Improve Conversion Costs with a Virtual Receptionist

A remote receptionist is a great way to lower your advertising cost. It all comes down to 2 principles. #1 Answering every single call live. #2 Math.

Answer Every Single Call Live

When it comes to advertising the goal is to get your phone ringing. If after you spend gobs of money to get the phone to ring, you do not answer it, then you have wasted precious advertising dollars. Most callers will not leave a message. They will push the back button on their internet browser, or flip the page in the yellow book, or look at the next coupon, or turn the TV on and find the next commercial, or do one of a million other activities to easily find another solution to their problem.

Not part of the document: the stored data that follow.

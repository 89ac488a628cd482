/* SPDX-License-Identifier: GPL-3.0-or-later */
/* test_targets.c: every rule, on every draw of tiny worlds, against the definitions spelled out. */
#include <math.h>
#include <string.h>

#include "analysis/tally.h"
#include "analysis/targets.h"
#include "base/mem.h"
#include "tiny_world.h"
#include "unit.h"

/* Four levels with values -1, 0, 1 or 2 each: all draws there are, ties included. */
enum { LEVELS = 4, VALUES = 4, DRAWS = 256 };

static double enumerated(size_t i, size_t level)
{
    for (size_t k = 0; k < level; k++)
        i /= VALUES;
    return (double)(i % VALUES) - 1;
}

/* ---- the interface's definitions, one draw at a time ---- */

struct case_of {
    const struct design *d;
    const struct target *t;
    const bool *open;
    double s, m[LEVELS], reference;
};

static bool can_be(const struct case_of *c, size_t k)
{
    return (int)k != c->d->control && c->open[k];
}

static double gain(const struct case_of *c, size_t k)
{
    return c->s * (c->m[k] - c->reference);
}

static double largest_gain(const struct case_of *c)
{
    double most = -INFINITY;
    for (size_t k = 0; k < LEVELS; k++)
        if (can_be(c, k) && gain(c, k) > most)
            most = gain(c, k);
    return most;
}

static double best(const struct case_of *c, bool with_control)
{
    double most = -INFINITY;
    for (size_t k = 0; k < LEVELS; k++)
        if ((can_be(c, k) || (with_control && (int)k == c->d->control)) && c->s * c->m[k] > most)
            most = c->s * c->m[k];
    return most;
}

static bool meets(const struct case_of *c, size_t k)
{
    if (c->t->rule == &rule_optimal)
        return c->s * c->m[k] >= best(c, false);
    if (c->t->rule == &rule_effective_dose)
        return largest_gain(c) > 0 && gain(c, k) >= c->t->fraction * largest_gain(c);
    if (c->t->rule == &rule_minimum_effect)
        return gain(c, k) >= c->t->effect;
    const double of = c->t->of >= 0 ? c->s * c->m[c->t->of] : best(c, true);
    return of - c->s * c->m[k] <= c->t->margin;
}

static int target_level(const struct case_of *c)
{
    for (size_t k = 0; k < LEVELS; k++)
        if (can_be(c, k) && meets(c, k))
            return (int)k;
    return LEVEL_NONE;
}

static struct case_of case_at(const struct design *d, const struct target *t, const bool *open,
                              size_t i)
{
    struct case_of c = {.d = d, .t = t, .open = open, .s = d->higher_is_better ? 1 : -1};
    for (size_t k = 0; k < LEVELS; k++)
        c.m[k] = enumerated(i, k);
    c.reference = d->reference_level >= 0 ? c.m[d->reference_level] : d->reference_number;
    return c;
}

/* ---- worlds ---- */

static void add_targets(struct tiny_world *w)
{
    tiny_target(w, &rule_optimal, 0, OF_BEST);
    tiny_target(w, &rule_within_margin, 1, OF_BEST);
    tiny_target(w, &rule_within_margin, 0.5, 2);
    tiny_target(w, &rule_within_margin, 0.5, OF_BEST)->link = true;
    if (!design_has_gain(&w->d))
        return;
    tiny_target(w, &rule_effective_dose, 0.5, OF_BEST);
    tiny_target(w, &rule_effective_dose, 1, OF_BEST);
    tiny_target(w, &rule_minimum_effect, 1, OF_BEST);
    tiny_target(w, &rule_minimum_effect, 2, OF_BEST);
}

static int differences(struct tally *w, const struct design *d, const struct draws *draws,
                       const bool *open)
{
    double is[TINY_TARGETS * LEVELS], would[TINY_TARGETS * LEVELS], none[TINY_TARGETS];
    double bar[DRAWS];
    int level[DRAWS], wrong = 0;
    const double n = (double)draws->n;
    tally_count(w, draws, open, is, would, none);
    for (size_t t = 0; t < d->targets; t++) {
        size_t n_is[LEVELS] = {0}, n_meets[LEVELS] = {0}, n_none = 0;
        tally_trace(w, draws, open, t, bar, level);
        for (size_t i = 0; i < draws->n; i++) {
            const struct case_of c = case_at(d, &d->target[t], open, i);
            const int right = target_level(&c);
            wrong += level[i] != right;
            n_none += right < 0;
            for (size_t k = 0; k < LEVELS; k++) {
                n_is[k] += (int)k == right;
                n_meets[k] += can_be(&c, k) && meets(&c, k);
                wrong += can_be(&c, k) && meets(&c, k) != (c.s * c.m[k] >= bar[i]);
            }
        }
        for (size_t k = 0; k < LEVELS; k++) {
            wrong += is[t * LEVELS + k] != (double)n_is[k] / n;
            wrong += would[t * LEVELS + k] != (double)n_meets[k] / n;
        }
        wrong += none[t] != (double)n_none / n;
    }
    return wrong;
}

/* Every set of closed levels, at all draws and at a number of draws that fills no tile. */
static void try_world(struct tiny_world *w)
{
    struct draws draws;
    double *x = tiny_draws(&draws, w, DRAWS, enumerated);
    struct tally *tally = tally_new(&w->d);
    for (unsigned closed = 0; closed < 1u << LEVELS; closed++) {
        bool open[LEVELS], any = false;
        for (size_t k = 0; k < LEVELS; k++) {
            open[k] = (closed & (1u << k)) == 0 || (int)k == w->d.control;
            any = any || (open[k] && (int)k != w->d.control);
        }
        if (!any)
            continue;
        draws.n = DRAWS;
        CU_ASSERT_EQUAL(differences(tally, &w->d, &draws, open), 0);
        draws.n = DRAWS - 56;
        CU_ASSERT_EQUAL(differences(tally, &w->d, &draws, open), 0);
    }
    tally_free(tally);
    mem_free(x);
}

static void both_signs(struct tiny_world *w)
{
    add_targets(w);
    for (int up = 0; up < 2; up++) {
        w->d.higher_is_better = up;
        try_world(w);
    }
}

static void with_control(void)
{
    static const int place[] = {0, 1, LEVELS - 1};
    for (size_t i = 0; i < 3; i++) {
        struct tiny_world w;
        tiny_init(&w, LEVELS, place[i]);
        both_signs(&w);
    }
}

static void without_control(void)
{
    struct tiny_world w;
    tiny_init(&w, LEVELS, LEVEL_NONE);
    both_signs(&w);
}

static void with_reference_level(void)
{
    struct tiny_world w;
    tiny_init(&w, LEVELS, LEVEL_NONE);
    w.d.reference_level = 2;
    both_signs(&w);
}

static void with_reference_number(void)
{
    struct tiny_world w;
    tiny_init(&w, LEVELS, LEVEL_NONE);
    w.d.has_reference_number = true;
    w.d.reference_number = 0;
    both_signs(&w);
}

/* ---- true levels ---- */

static void true_levels_follow_the_rules(void)
{
    static const bool open[LEVELS] = {true, true, true, true};
    int wrong = 0;
    for (int control = LEVEL_NONE; control < 2; control++)
        for (int up = 0; up < 2; up++) {
            struct tiny_world w;
            tiny_init(&w, LEVELS, control);
            w.d.higher_is_better = up;
            add_targets(&w);
            for (size_t i = 0; i < DRAWS; i++)
                for (size_t t = 0; t < w.d.targets; t++) {
                    const struct case_of c = case_at(&w.d, &w.target[t], open, i);
                    if (!w.target[t].link)
                        wrong += target_true_level(&w.d, &w.target[t], c.m) != target_level(&c);
                }
        }
    CU_ASSERT_EQUAL(wrong, 0);
}

/* 0.1 + 0.2 is not 0.3 in binary, yet a statistician means it to be. */
static void true_levels_are_tolerant(void)
{
    const double m[3] = {0.1, 0.1 + 0.2 - 1e-15, 0.4}, flat[3] = {1, 1 + 1e-12, 1};
    struct tiny_world w;
    tiny_init(&w, 3, 0);
    const struct target *effect = tiny_target(&w, &rule_minimum_effect, 0.2, OF_BEST);
    const struct target *optimal = tiny_target(&w, &rule_optimal, 0, OF_BEST);
    const struct target *ed = tiny_target(&w, &rule_effective_dose, 0.9, OF_BEST);
    CU_ASSERT_EQUAL(target_true_level(&w.d, effect, m), 1);
    CU_ASSERT_EQUAL(target_true_level(&w.d, optimal, m), 2);
    CU_ASSERT_EQUAL(target_true_level(&w.d, optimal, flat), 1);
    CU_ASSERT_EQUAL(target_true_level(&w.d, ed, flat), LEVEL_NONE);
    CU_ASSERT_EQUAL(target_true_level(&w.d, ed, m), 2);
}

static void true_levels_on_the_logit(void)
{
    const double rate[3] = {0.5, 0.73, 0.74}, sure[3] = {0, 1, 1};
    struct tiny_world w;
    tiny_init(&w, 3, 0);
    w.d.type = ENDPOINT_BINARY;
    struct target *t = tiny_target(&w, &rule_minimum_effect, 1, OF_BEST);
    t->link = true; /* logit 0.73 = 0.9946, logit 0.74 = 1.0460 */
    CU_ASSERT_EQUAL(target_true_level(&w.d, t, rate), 2);
    CU_ASSERT_EQUAL(target_true_level(&w.d, t, sure), 1);
}

static void sentences_name_what_is_compared(void)
{
    struct tiny_world w;
    struct text s = TEXT_INIT;
    tiny_init(&w, 3, 0);
    const struct target *t = tiny_target(&w, &rule_minimum_effect, 0.25, OF_BEST);
    t->rule->sentence(t, &w.d, &s);
    CU_ASSERT_STRING_EQUAL(text_s(&s),
                           "the lowest active level whose gain over A is at least 0.25");
    text_clear(&s);
    t = tiny_target(&w, &rule_within_margin, 0.5, 2);
    t->rule->sentence(t, &w.d, &s);
    CU_ASSERT_STRING_EQUAL(
        text_s(&s), "the lowest active level whose response is at most 0.5 worse than that of C");
    text_release(&s);
}

static const struct unit_test tests[] = {
    {"all draws of a tiny world with a control", with_control},
    {"without a control or reference", without_control},
    {"with a reference level", with_reference_level},
    {"with a reference number", with_reference_number},
    {"true levels follow the rules", true_levels_follow_the_rules},
    {"true levels carry a tolerance", true_levels_are_tolerant},
    {"true levels on the logit", true_levels_on_the_logit},
    {"sentences name what is compared", sentences_name_what_is_compared},
    UNIT_END};

int main(void)
{
    return unit_main("targets", tests);
}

When a consumer wants to buy, they want to buy now! Not later. When a consumer wants information, they want information now! Not later. Information is cheap and easy to obtain. You should never expect your prospects to invest time in leaving a voice mail for you before you invest time in speaking with them.

This is where your remote receptionist picks up the slack. Every single call, rain or shine, must be answered live with a professional, friendly, knowledgeable voice. Your Abby Connect receptionist establishes a relationship with the caller and begins your investment into them. The prospect is now ready to invest in you. Even if you are not able to take the call live, the caller is more likely to leave a message and await your call back before shopping the competition just because they have spoken to “your receptionist” and they have invested time in that conversation.

The Bottom Line

Without a remote receptionist:

$1,000 Spent
100 calls
You answer 75% of calls
Your closing ratio is 20%

100 calls x 75% x 20% = 15 sales. $1,000 / 15 sales = $66.67 per sale

With a remote receptionist:

$1,000 Spent
100 calls
We answer 100% of calls
Your closing ratio is 20%

100 calls x 100% x 20% = 20 sales. $1,000 / 20 sales = $50.00 per sale

In this example your cost per sale has dropped a whopping 25% and this is assuming that you answer 75% of your calls. Most of us actually answer less than 75% of our phone calls live.